▸ Exercise directions
For every line in the records below that holds "false", make a copy.

[Task data Boundary: Start]

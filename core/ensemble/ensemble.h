// Ensemble: Monte Carlo draws of a scenario's uncertain inputs, each solved, summarised
// by streaming statistics (DESIGN.md 3.7, issue 15).
//
//   inputs     ensemble_inputs.h (distributions from data confidence; Dirichlet diets)
//   random     draw_stream.h: draw d of seed s is a pure function of (s, d), so a draw
//              is the same whichever thread, slice or machine computes it
//   solve      the balance plan's numeric step (BalancePlan::solve, allocation-free) on
//              the drawn inputs, one workspace per thread; a draw is "balanced" by the
//              same error checks as solveBalance (EE <= EE max, R >= 0, no negative
//              solved value, equations close, detritus not over-consumed), each counted
//              against the compartment that breaks it (breakers)
//   outputs    over the balanced draws (the ones a modeller would accept): B, P/B, EE of
//              living compartments, Q/B and P/Q of consumers, EE of detritus pools; with
//              "tl" the consumers' trophic levels; with "levels" the transfer efficiency
//              of levels II-V and their geometric mean (II-IV), and the shares of primary
//              production and detritus inflow consumed; with "indicators" the system
//              indicators. Named "<compartment>.<quantity>" or "system.<quantity>".
//   statistics output_statistics.h: count, mean, min, max, histogram percentiles; every
//              part merges by integer addition or min / max, so threads, slices and
//              their merge give the same bits (EnsembleStatistics::merge).
//   threads    a std::thread pool takes chunks of draws from an atomic counter; the
//              caller's thread reports progress and watches the cancel flag.
#pragma once

#include <atomic>
#include <cstdint>
#include <functional>
#include <string>
#include <vector>

#include <Eigen/Dense>

#include "core/ensemble/ensemble_inputs.h"
#include "core/ensemble/output_statistics.h"
#include "core/model/model.h"
#include "core/model/problem.h"

namespace tl::ensemble {

// Draws in which one compartment breaks a balance condition (a draw may break several).
struct BreakCounts {
    std::uint64_t any = 0;
    std::uint64_t eeAboveMax = 0, negativeRespiration = 0, negativeValue = 0, residual = 0, detritusOverConsumed = 0;
    bool operator==(const BreakCounts&) const = default;
    BreakCounts& operator+=(const BreakCounts& o);
};

// The sufficient statistics of draws of one ensemble: everything the summary needs, and
// nothing that depends on how the draws were split.
struct EnsembleStatistics {
    std::string fingerprint;  // hex; slices of different ensembles never merge
    std::uint64_t seed = 0, totalDraws = 0;
    Analyses analyses;
    std::string shape;  // default input shape (descriptive; in the fingerprint through the inputs)
    std::vector<DrawRange> ranges;  // draws covered: sorted, adjacent ranges joined
    std::uint64_t drawsRun = 0, solved = 0, balanced = 0, singular = 0;
    std::vector<std::string> compartments;
    std::vector<BreakCounts> breaks;  // per compartment
    std::vector<std::string> outputNames;
    std::vector<OutputStatistics> outputs;
    std::vector<std::string> inputNames;  // the drawn inputs (descriptive)
    bool flowTermsHeld = false;           // EnsembleSettings::holdFlowTerms (ensemble_inputs.h)
    bool cancelled = false;

    bool complete() const { return ranges.size() == 1 && ranges[0].first == 0 && ranges[0].last + 1 == totalDraws; }
    double balancedShare() const { return drawsRun ? static_cast<double>(balanced) / static_cast<double>(drawsRun) : 0.0; }
    // Adds another slice. Refused (false, *why says which) when the slices come from
    // different ensembles, overlap, or one of them was cancelled.
    bool merge(const EnsembleStatistics& other, std::string* why = nullptr);
    bool operator==(const EnsembleStatistics&) const = default;
};

// Most numbers (draw index, inputs and outputs of every draw asked for) one run may keep:
// 2^27, 1 GiB of doubles and about 5 GiB at the peak of writing them as CSV.
inline constexpr std::uint64_t kMaxKeptNumbers = std::uint64_t{1} << 27;

// Balanced draws kept on request: one row per draw, in draw order; a plain matrix for
// global sensitivity (PRCC) and for CSV export.
struct KeptDraws {
    std::vector<std::string> inputNames, outputNames;
    // Per diet row drawn, its input columns [first, first + count): a row's shares sum to
    // its entered total, so a regression on inputs drops one of them (sensitivity PRCC).
    std::vector<std::pair<std::size_t, std::size_t>> dietColumns;
    std::vector<std::uint64_t> draw;
    Eigen::MatrixXd inputs;   // draws x inputs
    Eigen::MatrixXd outputs;  // draws x outputs
};

struct EnsembleRun {
    Problems problems;  // why the ensemble could not run (empty when it ran)
    EnsembleStatistics statistics;
    KeptDraws kept;
    bool ran() const { return !hasErrors(problems); }
};

// done draws of total, called on the caller's thread about every 100 ms and at the end.
using EnsembleProgress = std::function<void(std::uint64_t done, std::uint64_t total)>;

// Runs settings.range (or all settings.draws draws). Refuses (problems) a scenario the
// balance cannot plan (structural errors), a draw count of 0, a range outside the draws
// or of more than 2^32 - 1 draws.
EnsembleRun runEnsemble(const Model& model, const EnsembleSettings& settings,
                        const std::atomic<bool>* cancel = nullptr, const EnsembleProgress& progress = {});

// The fingerprint runEnsemble would give (EnsembleStatistics::fingerprint) without running
// a draw: whether a stored run still describes the scenario. Empty when the scenario's
// balance cannot be planned.
std::string ensembleFingerprint(const Model& model, const EnsembleSettings& settings);

}  // namespace tl::ensemble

[Task data Boundary: End]

▸ Task result
    bool flowTermsHeld = false;           // EnsembleSettings::holdFlowTerms (ensemble_inputs.h)
    bool cancelled = false;
    // Adds another slice. Refused (false, *why says which) when the slices come from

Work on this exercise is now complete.